Официальный миллионер испытывал нескрываемую тягу к политике, у него в приятелях числились многие партийные боссы, утверждают, что он прекрасно знал и Шарафа Рашидовича и был накоротке с самим ханом Акмалем Ариповым. Вот с таким человеком водил дружбу заведующий Отделом адми­нистративных органов ЦК. Поступили данные и о том, что он нередко бывает в респектабельном ресторане «Лидо», где хо­зяйкой заведения является бывшая танцовщица фольклорного ансамбля – Наргиз, любовница Салима Хасановича Хашимова из Верховного суда, самого близкого друга Акрамходжаева. По неподтвержденным данным предполагалось, что заведую­щий Отделом административных органов ЦК имел какой-то финансовый интерес в преуспевающем предприятии.
Два важных совещания подряд, на которые он намеренно не приглашал Сухроба Ахмедовича, должны были вынудить того, если он действительно замышлял что-то против прокурора, действовать активнее и обозначить себя, но события вдруг повернулись самым неожиданным образом.
На первом совещании во время основного доклада Камалов дважды ощутил, как солнечный зайчик пробежал у него по лицу. В тот день он не придал ему значения и даже не вспом­нил позже, что бы это могло означать? Но случай повторился через день, когда он давал секретные установки отделу по борь­бе с организованной преступностью, на этот раз его поразила неожиданная догадка.

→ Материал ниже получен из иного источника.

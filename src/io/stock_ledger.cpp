// The stock file's journal, its lock and the write-ahead order (see stock_ledger.hpp).
#include "io/stock_ledger.hpp"

#include <fcntl.h>
#include <fmt/format.h>
#include <sys/file.h>
#include <unistd.h>

#include <array>
#include <cerrno>
#include <chrono>
#include <cmath>
#include <cstdint>
#include <cstring>
#include <utility>

#include "io/file_io.hpp"
#include "io/json_fields.hpp"
#include "io/loaders.hpp"
#include "model/errors.hpp"
#include "model/names.hpp"

namespace bine {
namespace {

using ordered_json = nlohmann::ordered_json;

// SHA-256, FIPS 180-4 section 6.2: the round constants are the first 32 bits of the fractional
// parts of the cube roots of the first 64 primes.
constexpr std::array<std::uint32_t, 64> kRound{
    0x428a2f98, 0x71374491, 0xb5c0fbcf, 0xe9b5dba5, 0x3956c25b, 0x59f111f1, 0x923f82a4, 0xab1c5ed5,
    0xd807aa98, 0x12835b01, 0x243185be, 0x550c7dc3, 0x72be5d74, 0x80deb1fe, 0x9bdc06a7, 0xc19bf174,
    0xe49b69c1, 0xefbe4786, 0x0fc19dc6, 0x240ca1cc, 0x2de92c6f, 0x4a7484aa, 0x5cb0a9dc, 0x76f988da,
    0x983e5152, 0xa831c66d, 0xb00327c8, 0xbf597fc7, 0xc6e00bf3, 0xd5a79147, 0x06ca6351, 0x14292967,
    0x27b70a85, 0x2e1b2138, 0x4d2c6dfc, 0x53380d13, 0x650a7354, 0x766a0abb, 0x81c2c92e, 0x92722c85,
    0xa2bfe8a1, 0xa81a664b, 0xc24b8b70, 0xc76c51a3, 0xd192e819, 0xd6990624, 0xf40e3585, 0x106aa070,
    0x19a4c116, 0x1e376c08, 0x2748774c, 0x34b0bcb5, 0x391c0cb3, 0x4ed8aa4a, 0x5b9cca4f, 0x682e6ff3,
    0x748f82ee, 0x78a5636f, 0x84c87814, 0x8cc70208, 0x90befffa, 0xa4506ceb, 0xbef9a3f7, 0xc67178f2};

constexpr std::uint32_t rotr(std::uint32_t x, int n) { return (x >> n) | (x << (32 - n)); }

void sha256_block(std::array<std::uint32_t, 8>& h, const unsigned char* block) {
  std::array<std::uint32_t, 64> w{};
  for (int t = 0; t < 16; ++t)
    w[t] = (std::uint32_t{block[4 * t]} << 24) | (std::uint32_t{block[4 * t + 1]} << 16) |
           (std::uint32_t{block[4 * t + 2]} << 8) | std::uint32_t{block[4 * t + 3]};
  for (int t = 16; t < 64; ++t) {
    const std::uint32_t s0 = rotr(w[t - 15], 7) ^ rotr(w[t - 15], 18) ^ (w[t - 15] >> 3);
    const std::uint32_t s1 = rotr(w[t - 2], 17) ^ rotr(w[t - 2], 19) ^ (w[t - 2] >> 10);
    w[t] = w[t - 16] + s0 + w[t - 7] + s1;
  }
  auto [a, b, c, d, e, f, g, k] = h;
  for (int t = 0; t < 64; ++t) {
    const std::uint32_t t1 = k + (rotr(e, 6) ^ rotr(e, 11) ^ rotr(e, 25)) + ((e & f) ^ (~e & g)) + kRound[t] + w[t];
    const std::uint32_t t2 = (rotr(a, 2) ^ rotr(a, 13) ^ rotr(a, 22)) + ((a & b) ^ (a & c) ^ (b & c));
    k = g;
    g = f;
    f = e;
    e = d + t1;
    d = c;
    c = b;
    b = a;
    a = t1 + t2;
  }
  const std::array<std::uint32_t, 8> add{a, b, c, d, e, f, g, k};
  for (int i = 0; i < 8; ++i) h[i] += add[i];
}

std::string now_utc() {
  const auto now = std::chrono::floor<std::chrono::seconds>(std::chrono::system_clock::now());
  const auto day = std::chrono::floor<std::chrono::days>(now);
  const std::chrono::hh_mm_ss time(now - day);
  return fmt::format("{}T{:02}:{:02}:{:02}Z", format_date(day), time.hours().count(), time.minutes().count(),
                     time.seconds().count());
}

std::string grams_text(double grams) { return fmt::format("{} g", ledger_grams(grams)); }

ordered_json change_to_json(const LotChange& change) {
  ordered_json j;
  j["index"] = change.index;
  j["lot"] = change.lot;
  j["variety"] = change.variety;
  j["before_g"] = change.before_g;
  j["after_g"] = change.after_g;
  if (change.kind == LotChangeKind::added) j["added"] = change.record;
  if (change.kind == LotChangeKind::removed) j["removed"] = change.record;
  return j;
}

/// Reads one entry; a missing or mistyped field throws nlohmann's type_error, turned into a line.
JournalEntry entry_from_json(const nlohmann::json& j) {
  JournalEntry e;
  e.id = j.at("id").get<std::size_t>();
  e.time = j.at("time").get<std::string>();
  e.command = j.at("command").get<std::string>();
  e.recipe = j.value("recipe", "");
  e.recipe_file = j.value("recipe_file", "");
  e.recipe_sha256 = j.value("recipe_sha256", "");
  e.batches = j.value("batches", std::size_t{0});
  e.on = j.value("on", "");
  e.reason = j.value("reason", "");
  if (j.contains("undoes")) e.undoes = j.at("undoes").get<std::size_t>();
  for (const auto& c : j.at("changes")) {
    LotChange change;
    change.index = c.at("index").get<std::size_t>();
    change.lot = c.at("lot").get<std::string>();
    change.variety = c.value("variety", "");
    change.before_g = c.at("before_g").get<double>();
    change.after_g = c.at("after_g").get<double>();
    for (const auto* key : {"added", "removed"})
      if (c.contains(key)) {
        change.kind = std::string_view(key) == "added" ? LotChangeKind::added : LotChangeKind::removed;
        change.record = ordered_json::parse(c.at(key).dump());
      }
    e.changes.push_back(std::move(change));
  }
  e.stock_before = j.at("stock_before").get<std::string>();
  e.stock_after = j.at("stock_after").get<std::string>();
  return e;
}
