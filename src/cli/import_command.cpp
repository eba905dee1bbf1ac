// bine import FILE --to catalog|stock|recipe: the brewer's own files (a CSV spec sheet, BeerXML hop
// records or a BeerXML recipe) turned into our JSON, checked by our own loaders before it is written.
#include <fmt/format.h>

#include <memory>

#include "cli/commands.hpp"
#include "cli/option_values.hpp"
#include "cli/recipe_file_options.hpp"
#include "io/beerxml.hpp"
#include "io/file_io.hpp"
#include "io/hop_import.hpp"
#include "io/loaders.hpp"
#include "io/recipe_file.hpp"
#include "model/errors.hpp"
#include "model/names.hpp"

namespace bine::cli {
namespace {

struct ImportOptions {
  std::string file;
  std::string to;
  std::string out;
  std::vector<std::string> columns;  // "field=Header", comma-separated or repeated
  bool skip_bad = false;
  std::string name;
  RecipeFileOptions recipe_file;
};

enum class ImportTarget { catalog, stock, recipe };

struct ImportArgs {
  std::string file;
  ImportTarget to = ImportTarget::catalog;
  std::string out;
  CsvImportOptions csv;
  std::string name;
  BeerXmlReadOptions recipe_file;
};

ImportArgs parse_import_args(const ImportOptions& options) {
  OptionReader reader;
  ImportArgs args;
  args.file = options.file;
  args.out = options.out;
  args.csv.skip_bad = options.skip_bad;
  args.recipe_file = read_recipe_file_options(reader, options.recipe_file);
  if (options.to == "catalog" || options.to == "stock" || options.to == "recipe")
    args.to = options.to == "catalog" ? ImportTarget::catalog
              : options.to == "stock" ? ImportTarget::stock
                                      : ImportTarget::recipe;
  else
    reader.add(fmt::format("--to: \"{}\" is not one of catalog, stock or recipe", options.to));
  for (const auto& list : options.columns) {
    std::string_view rest = list;
    while (!rest.empty()) {
      const auto comma = rest.find(',');
      const std::string_view part = trim_space(rest.substr(0, comma));
      const auto equals = part.find('=');
      if (equals == std::string_view::npos || equals == 0)
        reader.add(fmt::format("--columns: \"{}\" is not FIELD=HEADER (fields: {})", part,
                               fmt::join(csv_field_names(), ", ")));
      else
        args.csv.columns.emplace_back(trim_space(part.substr(0, equals)), trim_space(part.substr(equals + 1)));
      rest = comma == std::string_view::npos ? std::string_view() : rest.substr(comma + 1);
    }
  }
  args.name = options.name.empty() ? std::filesystem::path(options.file).stem().string() : options.name;
  reader.throw_if_any();
  return args;
}

HopRecords read_records(const ImportArgs& args, const std::string& text) {
  if (looks_like_xml(text)) return read_hop_beerxml(text, args.file);
  try {
    return read_hop_csv(text, args.file, args.csv);
  } catch (const InputError& error) {
    // Only bad rows can be skipped; a malformed table or a missing column cannot.
    const bool rows = !error.lines().empty() && (error.lines().front().find(", column ") != std::string::npos ||
                                                 error.lines().front().find("no variety name") != std::string::npos);
    if (args.csv.skip_bad || !rows) throw;
    std::vector<std::string> lines = error.lines();
    lines.push_back(
        fmt::format("{}: nothing written (fix the rows above, or --skip-bad to import the good rows)", args.file));
    throw InputError(lines);
  }
}

/// The document to write and what to tell the brewer about it.
struct Imported {
  nlohmann::json document;
  std::string text;  // the document as written: checked to load again, within the size bine reads
  std::vector<std::string> report;
  std::string summary;
};

Imported import_hops(const ImportArgs& args, const DataSet& data) {
  const std::string text = read_text_file(args.file);
  const HopRecords records = read_records(args, text);
  Imported imported;
  imported.report = records.notes;
  for (const auto& skipped : records.skipped) imported.report.push_back("skipped " + skipped);
  const std::string label = args.out.empty() ? std::string("the imported file") : args.out;
  if (args.to == ImportTarget::catalog) {
    imported.document = hops_to_catalog(records, args.name, data.lexicon, imported.report);
    imported.text = imported.document.dump(2) + "\n";
    check_readable_size(imported.text, label);
    parse_catalog(imported.text, label, data.lexicon);  // what we write must load
    imported.summary = fmt::format("{} varieties from {}", imported.document["varieties"].size(), args.file);
  } else {
    imported.document = hops_to_stock(records, args.name, imported.report);
    imported.text = imported.document.dump(2) + "\n";
    check_readable_size(imported.text, label);
    parse_stock(imported.text, label);
    imported.summary = fmt::format("{} lots from {}", imported.document["lots"].size(), args.file);
  }
  return imported;
}

Imported import_recipe(const ImportArgs& args) {
  const RecipeFile file = read_recipe_file(args.file, args.recipe_file);
  if (file.format != RecipeFormat::beerxml)
    throw InputError(args.file +
                     ": --to recipe reads a BeerXML recipe (a CSV or bine JSON file holds no BeerXML RECIPE)");
  Imported imported;
  imported.document = recipe_to_json(file.recipe);
  imported.text = imported.document.dump(2) + "\n";
  checked_recipe_text(file.recipe, args.out.empty() ? std::string("the imported recipe") : args.out);  // loads again
  imported.report = file.notes;
  imported.summary =
      fmt::format("recipe \"{}\" ({} hop additions) from {}", file.recipe.name, file.recipe.hops.size(), args.file);
  return imported;
}

void run_import(const Console& console, const GlobalOptions& globals, const ImportArgs& args) {
  // 1. Load the lexicon (NOTES -> aroma tags) and read the file.
  const DataSet data = load_data(globals, console);
  const Imported imported = args.to == ImportTarget::recipe ? import_recipe(args) : import_hops(args, data);
  // 2. Write the file, or print it; the report goes beside it.
  if (args.out.empty()) {
    console.out << imported.text;
    for (const auto& line : imported.report) console.err << "bine: note: " << line << '\n';
    return;
  }
  write_loadable_file(args.out, imported.text);
  console.out << fmt::format("imported {} into {}\n", imported.summary, args.out);
  for (const auto& line : imported.report) console.out << "  - " << line << '\n';
}

}  // namespace

void setup_import_command(CLI::App& app, const GlobalOptions& globals, CommandTable& commands) {
  auto options = std::make_shared<ImportOptions>();
  auto* command = app.add_subcommand("import",
                                     "turn a CSV spec sheet or BeerXML file into a bine catalog, stock "
                                     "or recipe file");
  command->add_option("FILE", options->file, "CSV (comma or semicolon) or BeerXML 1.0 file")->required();
  command->add_option("--to", options->to, "what to make: catalog, stock or recipe (recipe: from BeerXML)")->required();
  command->add_option("--out", options->out, "write here (atomically) instead of printing the JSON");
  command->add_option("--columns", options->columns,
                      fmt::format("CSV: FIELD=HEADER,... when a header is not recognised (fields: {})",
                                  fmt::join(csv_field_names(), ", ")));
  command->add_flag("--skip-bad", options->skip_bad, "CSV: import the good rows and list the bad ones");
  command->add_option("--name", options->name, "name of the catalog or stock (default: the file name)");
  add_recipe_file_options(command, options->recipe_file);
  command->footer(
      "Examples:\n"
      "  bine import supplier-specs.csv --to catalog --out my-hops.json\n"
      "  bine import certificates.csv --to stock --columns \"alpha=AA (%),lot=Charge\" --skip-bad --out stock.json\n"
      "  bine import hops.xml --to catalog --out my-hops.json\n"
      "  bine import their-recipe.xml --to recipe --out recipe.json\n"
      "Headers are matched by name (\"Alpha %\", \"AA\", \"a-acid\", \"Total oil (mL/100 g)\" ...) and units\n"
      "are read from them (\"Amount (kg)\"); \"4,5\" is read as 4.5. BeerXML HSI (% of alpha lost in 6 months)\n"
      "becomes the variety's stability, 100 - HSI; a CSV \"HSI\" column is a lot's Hop Storage Index.");
  commands.add(command, [&globals, options](const Console& console) {
    run_import(console, globals, parse_import_args(*options));
  });
}

}  // namespace bine::cli
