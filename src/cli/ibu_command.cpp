// bine ibu RECIPE: the recipe's bitterness, addition by addition, with BU:GU.
#include <fmt/format.h>

#include <memory>

#include "cli/bitterness_options.hpp"
#include "cli/cellar_options.hpp"
#include "cli/commands.hpp"
#include "cli/html_output.hpp"
#include "cli/option_values.hpp"
#include "cli/recipe_file_options.hpp"
#include "engine/ibu_interval.hpp"
#include "engine/lot_allocation.hpp"
#include "engine/recipe_bitterness.hpp"
#include "io/recipe_file.hpp"
#include "report/bitterness_report.hpp"
#include "report/html_reports.hpp"

namespace bine::cli {
namespace {

struct IbuOptions {
  std::string recipe;
  RecipeFileOptions recipe_file;
  BitternessOptions bitterness;
  std::string alpha_tolerance;
  std::string stock;
  CellarOptions cellar;
  bool json = false;
  std::string html;
};

struct IbuArgs {
  std::string recipe;
  BeerXmlReadOptions recipe_file;
  BitternessSettings settings;
  double alpha_tolerance = kDefaultCertificateTolerancePercent;
  std::string stock;  // the stock file the recipe's named lots are looked up in (may be empty)
  CellarChoice cellar;
  bool json = false;
  std::string html;
};

IbuArgs parse_ibu_args(const IbuOptions& options) {
  OptionReader reader;
  IbuArgs args;
  args.recipe = options.recipe;
  args.json = options.json;
  args.html = options.html;
  args.settings = read_bitterness_options(reader, options.bitterness);
  args.recipe_file = read_recipe_file_options(reader, options.recipe_file);
  args.alpha_tolerance = read_alpha_tolerance(reader, options.alpha_tolerance);
  args.cellar = read_cellar_options(reader, options.cellar);
  reader.throw_if_any();
  args.stock = stock_file_if_given(options.stock);
  return args;
}

void run_ibu(const Console& console, const GlobalOptions& globals, const IbuArgs& args) {
  // 1. Load: the catalogs (alpha midpoints for additions without alpha) and the recipe.
  const DataSet data = load_data(globals, console);
  const RecipeFile file = read_recipe_file(args.recipe, args.recipe_file);
  // The lots the recipe names, looked up in the stock (a lot-only addition takes its variety there).
  // Their alpha, where taken from the lot, is known as the lot's (certificate, ageing) for the intervals.
  std::vector<std::string> lot_notes;
  Recipe recipe = file.recipe;
  std::vector<std::optional<AlphaOrigin>> lot_alpha;
  if (args.stock.empty()) {
    require_stock_for_lot_only(recipe);
  } else {
    const Cellar cellar = load_cellar(args.stock, data.catalog, args.cellar);
    recipe = with_named_lots(recipe, cellar, lot_notes);
    lot_alpha = named_lot_alpha_origins(file.recipe, recipe, cellar, data.catalog);
  }
  // 2. Compute every addition.
  RecipeBitterness bitterness = [&] {
    const auto timer = console.time("bitterness");
    return recipe_bitterness(recipe, data.catalog, args.settings);
  }();
  bitterness.notes.insert(bitterness.notes.begin(), lot_notes.begin(), lot_notes.end());
  bitterness.notes.insert(bitterness.notes.begin(), file.notes.begin(), file.notes.end());
  const IbuIntervals intervals = recipe_intervals(bitterness, data.catalog, args.alpha_tolerance, lot_alpha);
  // 3. Render.
  write_html(args.html, [&] {
    return ibu_html(recipe, bitterness, globals.unit_system(), page_meta(&data, args.recipe), &intervals);
  });
  print_result(
      console, args.json, data, [&] { return bitterness_to_json(recipe, bitterness, &intervals); },
      [&](std::ostream& out) { render_bitterness(out, recipe, bitterness, globals.unit_system(), &intervals); });
}

}  // namespace

void setup_ibu_command(CLI::App& app, const GlobalOptions& globals, CommandTable& commands) {
  auto options = std::make_shared<IbuOptions>();
  auto* ibu = app.add_subcommand("ibu", "a recipe's bitterness (IBU) per addition and in total, with BU:GU");
  ibu->add_option("RECIPE", options->recipe, "recipe file (bine JSON or BeerXML 1.0)")->required();
  add_bitterness_options(ibu, options->bitterness);
  add_recipe_file_options(ibu, options->recipe_file);
  add_alpha_tolerance_option(ibu, options->alpha_tolerance);
  ibu->add_option("--stock", options->stock,
                  "look up the lots the recipe names in this stock file (default: $BINE_STOCK, if set)");
  add_cellar_options(ibu, options->cellar, false);
  ibu->add_flag("--json", options->json, "print JSON (canonical units)");
  add_html_option(ibu, options->html);
  ibu->footer(
      "Examples:\n"
      "  bine ibu pale-ale.json\n"
      "  bine ibu pale-ale.json --model rager\n"
      "  bine ibu pale-ale.json --brewhouse brewhouse.json --alpha-tolerance 3%\n"
      "  bine --units us ibu hazy-ipa.json --json\n"
      "  bine ibu their-recipe.xml --recipe-name \"Harbour Pale\" --whirlpool-temp 85C\n"
      "  bine ibu pale-ale.json --html pale-ale.html     # brew-day sheet to print\n"
      "  bine ibu pale-ale.json --stock stock.json --on 2026-12-01   # lots the recipe names looked up there\n"
      "Whirlpool additions count their boil-equivalent minutes (Malowicki & Shellhammer 2005);\n"
      "a recipe \"hop_stand\" adds its boil-equivalent minutes to boil and first-wort additions.\n"
      "Every IBU comes with its 90 % interval (alpha range or certificate tolerance, brewhouse factor).");
  commands.add(ibu,
               [&globals, options](const Console& console) { run_ibu(console, globals, parse_ibu_args(*options)); });
}

}  // namespace bine::cli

Как только закончил свою речь, он быс­тро написал помощнику записку такого содержания: «Пожа­луйста, под любым предлогом вызови меня через десять ми­нут в приемную».
Через некоторое время он оказался в собственной прием­ной, якобы приглашенный по правительственному телефону из ЦК. Он тут же набрал номер телефона начальника уголов­ного розыска республики, полковника Джураева, с ним они уже не раз проводили крупномасштабные операции, и к нему Камалов относился с безграничным доверием, хотя и знал, что за кадры работают в МВД.
Полковник оказался на месте и, узнав прокурора по голо­су, сказал:
– Чем обязан, Хуршид Азизович, знаю, вы по пустякам не беспокоите.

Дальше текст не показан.